**Recorded data:**
def _unifac_verdict(sa, sb, by_groups, chi: float, chic: float, temp_C: float) -> PairVerdict:
    from .unifac import model_label

    model, b_in_a, a_in_b = by_groups
    label = model_label(model)
    names, cas = (sa.name, sb.name), (sa.cas or "", sb.cas or "")
    note = f"predicted by {label} from the two liquids' structures"
    if b_in_a is None:
        window = {"fraction": "mass fraction of liquid b", "one_phase_ranges": [[0.0, 1.0]], "basis": "predicted"}
        return PairVerdict(names, "yes", "predicted", window, chi, chic, (), note, temp_C, cas, label)
    window = _window(b_in_a, a_in_b, _num(sa.density_g_cm3), _num(sb.density_g_cm3), "predicted")
    return PairVerdict(names, _verdict_of(b_in_a, a_in_b), "predicted", window, chi, chic, (), note, temp_C, cas,
                       label)


def _flory_huggins_verdict(sa, sb, shifted, chi: float, chic: float, temp_C: float) -> PairVerdict:
    ha, va, hb, vb, shift_note = shifted
    b, phi_ba, phi_ab = _split_volumes(ha, va, hb, vb, temp_C)
    names = (sa.name, sb.name)
    cas = (sa.cas or "", sb.cas or "")
    why = "a mixture or a structure no UNIFAC parameter set covers"
    base_note = (f"predicted by Flory-Huggins from HSP ({why}); hydrogen-bonding liquids (water, glycols) are "
                 "poorly predicted")
    if shift_note:
        base_note += "; " + shift_note
    if not b.split:
        window = {"fraction": "mass fraction of liquid b", "one_phase_ranges": [[0.0, 1.0]], "basis": "predicted"}
        return PairVerdict(names, "yes", "predicted", window, chi, chic, (), base_note, temp_C, cas, FLORY_HUGGINS)
    if not (math.isfinite(b.phi_a) and 0.0 < b.phi_a < b.phi_b < 1.0):
        return PairVerdict(names, "partial", "predicted", None, chi, chic, (),
                           base_note + "; the binodal did not converge, window unknown", temp_C, cas, FLORY_HUGGINS)
    if not b.success:
        base_note += "; just above the critical point, the window is approximate"
    rho_a, rho_b = _num(sa.density_g_cm3), _num(sb.density_g_cm3)
    b_in_a = _mass_from_volume(phi_ba, rho_b, rho_a)
    a_in_b = _mass_from_volume(phi_ab, rho_a, rho_b)
    if b_in_a is None:  # no densities: report volume fractions as they are
        b_in_a, a_in_b = phi_ba, phi_ab
    w = _window(b_in_a, a_in_b, rho_a, rho_b, "predicted")
    w["b_in_a_max_volume"], w["a_in_b_max_volume"] = phi_ba, phi_ab
    return PairVerdict(names, _verdict_of(b_in_a, a_in_b), "predicted", w, chi, chic, (), base_note, temp_C, cas,
                       FLORY_HUGGINS)


def pair(cat, a, b, temp_C: float = 25.0) -> PairVerdict:
    """Do liquids ``a`` and ``b`` form one phase at ``temp_C``?

    A measured pair of tables/miscibility.csv within :data:`MEASURED_WINDOW_C`
    of its temperature wins; otherwise the prediction of :func:`predict_pair`
    is given, labelled "predicted" (UNIFAC from the structures, or
    Flory-Huggins from HSP: ``model`` says which).  Flory-Huggins' chi and
    chi_critical are reported in every case (for a measured pair they show how
    far that model is from the observation).

    Parameters
    ----------
    cat : Catalog
    a, b : str or Solvent
        names, synonyms or CAS numbers (matched forgivingly), or records
    temp_C : float
        temperature [C]

    Examples
    --------
    d-Limonene and ethanol mix in all proportions (common practice), although
    the model alone predicts a split (chi 4.7 against a critical 3.6):

    >>> from solvsel.data.catalog import load_catalog
    >>> v = pair(load_catalog(), "d-limonene", "ethanol")
    >>> v.one_phase, v.basis, v.chi > v.chi_critical
    ('yes', 'measured', True)
    """
    verdict = _pair(cat, a, b, temp_C)
    _save_unifac_pairs()  # a UNIFAC answer solved here is kept for the next process
    return verdict


def _pair(cat, a, b, temp_C: float) -> PairVerdict:
    """:func:`pair` without writing the UNIFAC answers solved to the cache folder."""
    if not (isinstance(temp_C, (int, float)) and math.isfinite(temp_C)):
        raise InputError(f"expected a temperature in C, got {temp_C}", param="temp_C")
    if not -80.0 <= temp_C <= 150.0:
        raise OutOfRangeError(f"{temp_C:g} C is outside -80 to 150 C, where neither the table nor the model applies", param="temp_C")
    sa, sb = _solvent(cat, a), _solvent(cat, b)
    if sa.name == sb.name:
        return PairVerdict((sa.name, sb.name), "yes", "measured", {"one_phase_ranges": [[0.0, 1.0]]}, 0.0, None, (), "the same liquid", temp_C, (sa.cas, sb.cas))
    predicted = predict_pair(sa, sb, temp_C)
    row = measured_pair(cat, sa, sb, temp_C)
    if row is None:
        return predicted
    t_row = _num(row.get("temp_C")) or 25.0
    src = tuple(s for s in str(row.get("source") or "").split(";") if s)
    code = _TABLE_CODE[row["one_phase"]]
    if abs(temp_C - t_row) > MEASURED_WINDOW_C:
        note = (
            f"{predicted.note}; the table has a measurement at {t_row:g} C "
            f"({_VERDICT[code]}), too far from {temp_C:g} C to apply"
        )
        if row.get("note"):
            note += f" (table note: {row['note']})"
        at_row = predict_pair(sa, sb, t_row)
        contradicted = (code == FULL) != (at_row.one_phase == "yes")
        if contradicted:
            note += (f"; at {t_row:g} C the same prediction says '{at_row.one_phase}' against the measured "
                     f"'{_VERDICT[code]}': it is not reliable for this pair, check at the bench")
        return replace(predicted, source=src, note=note, contradicted=contradicted)
    window = None
    rho_a, rho_b = _num(sa.density_g_cm3), _num(sb.density_g_cm3)
    if code == PARTIAL:
        bia, aib = _num(row.get("b_in_a_wt")), _num(row.get("a_in_b_wt"))
        window = _window(None if bia is None else bia / 100.0, None if aib is None else aib / 100.0, rho_a, rho_b, "measured")
    elif code == FULL:
        window = {"fraction": "mass fraction of liquid b", "one_phase_ranges": [[0.0, 1.0]], "basis": "measured"}
    note = f"measured at {t_row:g} C"
    if row.get("note"):
        note += f"; {row['note']}"
    if code == PARTIAL and window and (window["b_in_a_max"] is None or window["a_in_b_max"] is None):
        note += "; a solubility not tabulated is taken as zero in blend checks"
    if (code == FULL) != (predicted.one_phase == "yes"):
        note += f"; the prediction alone ({predicted.model}) would say '{predicted.one_phase}'"
    return PairVerdict((sa.name, sb.name), _VERDICT[code], "measured", window, predicted.chi, predicted.chi_critical, src, note, temp_C, (sa.cas or "", sb.cas or ""))


# ----------------------------------------------------------------------------- blends


@dataclass(frozen=True)
class PairCheck:
    """One pair of a blend, checked at its proportion in the blend."""

    a: str
    b: str
    one_phase: str
    basis: str
    fraction_b: float  # volume fraction of b in the pair, b / (a + b)
    ok: bool
    reason: str

    def to_dict(self) -> dict:
        return {"a": self.a, "b": self.b, "one_phase": self.one_phase, "basis": self.basis,
                "fraction_b": self.fraction_b, "ok": self.ok, "reason": self.reason}


@dataclass(frozen=True)
class BlendPhase:
    """Whether a blend is one phase at its fractions (pairwise test)."""

    liquids: tuple[str, ...]
    volume_fractions: tuple[float, ...]
    one_phase: bool
    basis: str
    pairs: tuple[PairCheck, ...]
    reason: str
    note: str

    def to_dict(self) -> dict:
        return {
            "liquids": list(self.liquids),
            "volume_fractions": list(self.volume_fractions),
            "one_phase": self.one_phase,
            "basis": self.basis,
            "pairs": [p.to_dict() for p in self.pairs],
            "reason": self.reason,
            "note": self.note,
        }


def _pair_ok(fa, fb, lim_b_in_a, lim_a_in_b):
    """Is a pair one phase at volume amounts fa, fb given its volume-fraction limits?"""
    tot = fa + fb
    if tot <= 0:
        return True, float("nan")
    r = fb / tot
    return (r <= lim_b_in_a + 1e-12) or (1.0 - r <= lim_a_in_b + 1e-12), r


def _limits_from_verdict(v: PairVerdict) -> tuple[float, float]:
    """(max volume fraction of b in a, of a in b) for blend checks."""
    if v.one_phase == "yes":
        return 1.0, 1.0
    w = v.window or {}
    bia = w.get("b_in_a_max_volume")
    aib = w.get("a_in_b_max_volume")
    if bia is None and w.get("b_in_a_max") is not None:
        bia = w["b_in_a_max"]  # no densities: mass ~ volume
    if aib is None and w.get("a_in_b_max") is not None:
        aib = w["a_in_b_max"]
    return float(bia or 0.0), float(aib or 0.0)


class _PairFacts(NamedTuple):
    """What the blend checks use of a pair's verdict (:class:`PairVerdict`, or a row of a :class:`PairMatrix`)."""

    one_phase: str  # "yes", "partial" or "no"
    basis: str  # "measured" or "predicted"
    limits: tuple[float, float]  # (max volume fraction of b in a, of a in b): :func:`_limits_from_verdict`
    flory_huggins: bool  # Flory-Huggins' own prediction from HSP (neither measured nor UNIFAC)


def _pair_facts(cat, recs, temp_C: float, matrix: PairMatrix | None) -> dict[tuple[int, int], _PairFacts]:
    """The facts of every pair (i, j), i < j, of the liquid records ``recs``: read from ``matrix``
    where given (it must hold the liquids, at ``temp_C``), else from :func:`pair`."""
    out = {}
    if matrix is None:
        for i, j in combinations(range(len(recs)), 2):
            v = pair(cat, recs[i], recs[j], temp_C)
            out[(i, j)] = _PairFacts(v.one_phase, v.basis, _limits_from_verdict(v), v.model == FLORY_HUGGINS)
        return out
    if float(matrix.temp_C) != float(temp_C):
        raise InputError(f"the pair matrix is at {matrix.temp_C:g} C, the blend at {temp_C:g} C", param="temp_C")
    at = [matrix.index(r.name) for r in recs]
    for i, j in combinations(range(len(recs)), 2):
        a, b = at[i], at[j]
        out[(i, j)] = _PairFacts(_VERDICT[int(matrix.status[a, b])], "measured" if matrix.measured[a, b] else "predicted",
                                 (float(matrix.limit[a, b]), float(matrix.limit[b, a])), bool(matrix.hsp_model[a, b]))
    return out


def blend_phase(cat, names, volume_fractions, temp_C: float = 25.0, matrix: PairMatrix | None = None) -> BlendPhase:
    """Is a blend of liquids one phase at the given volume fractions?

    Each pair is checked at its own proportion in the blend,
    :math:`\\phi_b/(\\phi_a + \\phi_b)`, against its one-phase window
    (measured where tabulated, else predicted).  A blend of three or more
    liquids is then tested as a whole by the Flory-Huggins tangent-plane test
    (:func:`hansen.mixture_stability`, chi made to agree with the measured
    pairs): a blend whose pairs all mix but which splits as a whole is
    reported as two phases (predicted).  A failing pair stays a failure even
    when the whole-blend test finds one phase (a third liquid may bring the two
    together, ethanol bridging water and a citrus oil, but the model is too
    rough to promise it): that is noted, check it at the bench (or look for a
    ternary diagram).

    Parameters
    ----------
    cat : Catalog
    names : sequence of str
        the liquids
    volume_fractions : sequence of float
        their volume fractions [-] (>= 0, summing to 1)
    temp_C : float
        temperature [C]
    matrix : PairMatrix, optional
        the pair matrix (:func:`pair_matrix`, at ``temp_C``) of a set of liquids that holds these:
        the pairs' verdicts are read from it instead of being solved again (the same answers)

    Examples
    --------
    Water, ethanol and propylene glycol mix in all proportions (each pair measured), and the
    answer read from the pool's matrix is the same:

    >>> from solvsel.data.catalog import load_catalog
    >>> cat = load_catalog()
    >>> liquids, f = ["water", "ethanol", "propylene glycol"], [0.4, 0.3, 0.3]
    >>> bp = blend_phase(cat, liquids, f)
    >>> bp.one_phase, bp.basis
    (True, 'measured')
    >>> pool = liquids + ["d-limonene", "sunflower oil", "ethyl acetate", "triacetin"]
    >>> m = pair_matrix(cat, pool)
    >>> blend_phase(cat, liquids, f, matrix=m) == bp
    True

    So it is where some pairs are predicted (UNIFAC, or Flory-Huggins from HSP for the oil):

    >>> blends = [(["ethanol", "sunflower oil", "ethyl acetate", "triacetin"], [0.4, 0.2, 0.2, 0.2]),
    ...           (["water", "ethanol", "d-limonene"], [0.3, 0.6, 0.1]),
    ...           (["sunflower oil", "d-limonene", "propylene glycol"], [0.5, 0.3, 0.2])]
    >>> all(blend_phase(cat, n, x, matrix=m) == blend_phase(cat, n, x) for n, x in blends)
    True
    """
    names = list(names)
    f = hansen._check_fractions(volume_fractions, "volume_fractions", len(names))
    recs = [_solvent(cat, n) for n in names]
    verdicts = _pair_facts(cat, recs, temp_C, matrix)
    checks = _pair_checks(recs, f, verdicts)
    failing = [c for c in checks if not c.ok]
    present = [k for k in range(len(recs)) if f[k] > 0]
    basis = "measured" if all(c.basis == "measured" for c in checks) else "predicted"
    note = "pairwise test of each pair at its proportion in the blend"
    whole = _whole_blend(recs, f, present, verdicts, temp_C) if len(present) >= 3 else None
    split = None
    if whole is not None:
        if whole.stable:
            note += "; the whole blend is one phase by the Flory-Huggins tangent-plane test (measured pairs honoured)"
        elif not failing:
            trial = ", ".join(f"{recs[k].name} {whole.trial[k]:.2f}" for k in present if whole.trial[k] >= 0.005)
            split = (f"each pair mixes at its proportion, but the whole blend splits by the Flory-Huggins "
                     f"tangent-plane test (predicted; a phase near {trial} by volume would separate)")
            basis = "predicted"
        else:
            note += "; the Flory-Huggins tangent-plane test of the whole blend also finds two phases"
    if split:
        return BlendPhase(tuple(r.name for r in recs), tuple(float(x) for x in f), False, basis, tuple(checks), split,
                          note)
    if failing:
        reason = "; ".join(c.reason for c in failing)
        bridging = _bridging(recs, failing, present, verdicts)
        if bridging:
            note += (
                "; " + ", ".join(sorted(set(bridging)))
                + " mixes with both liquids of a failing pair and may bring them into one phase: check at the bench"
            )
    else:
        reason = "every pair is one phase at its proportion"
    return BlendPhase(tuple(r.name for r in recs), tuple(float(x) for x in f), not failing, basis, tuple(checks), reason, note)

**What to work on:**
Print only these lines, exactly: the one containing "whole = _whole_blend(recs, f, present, verdicts, temp_C)" and all after it to the end of the entries.

**Response to the task:**
    whole = _whole_blend(recs, f, present, verdicts, temp_C) if len(present) >= 3 else None
    split = None
    if whole is not None:
        if whole.stable:
            note += "; the whole blend is one phase by the Flory-Huggins tangent-plane test (measured pairs honoured)"
        elif not failing:
            trial = ", ".join(f"{recs[k].name} {whole.trial[k]:.2f}" for k in present if whole.trial[k] >= 0.005)
            split = (f"each pair mixes at its proportion, but the whole blend splits by the Flory-Huggins "
                     f"tangent-plane test (predicted; a phase near {trial} by volume would separate)")
            basis = "predicted"
        else:
            note += "; the Flory-Huggins tangent-plane test of the whole blend also finds two phases"
    if split:
        return BlendPhase(tuple(r.name for r in recs), tuple(float(x) for x in f), False, basis, tuple(checks), split,
                          note)
    if failing:
        reason = "; ".join(c.reason for c in failing)
        bridging = _bridging(recs, failing, present, verdicts)
        if bridging:
            note += (
                "; " + ", ".join(sorted(set(bridging)))
                + " mixes with both liquids of a failing pair and may bring them into one phase: check at the bench"
            )
    else:
        reason = "every pair is one phase at its proportion"
    return BlendPhase(tuple(r.name for r in recs), tuple(float(x) for x in f), not failing, basis, tuple(checks), reason, note)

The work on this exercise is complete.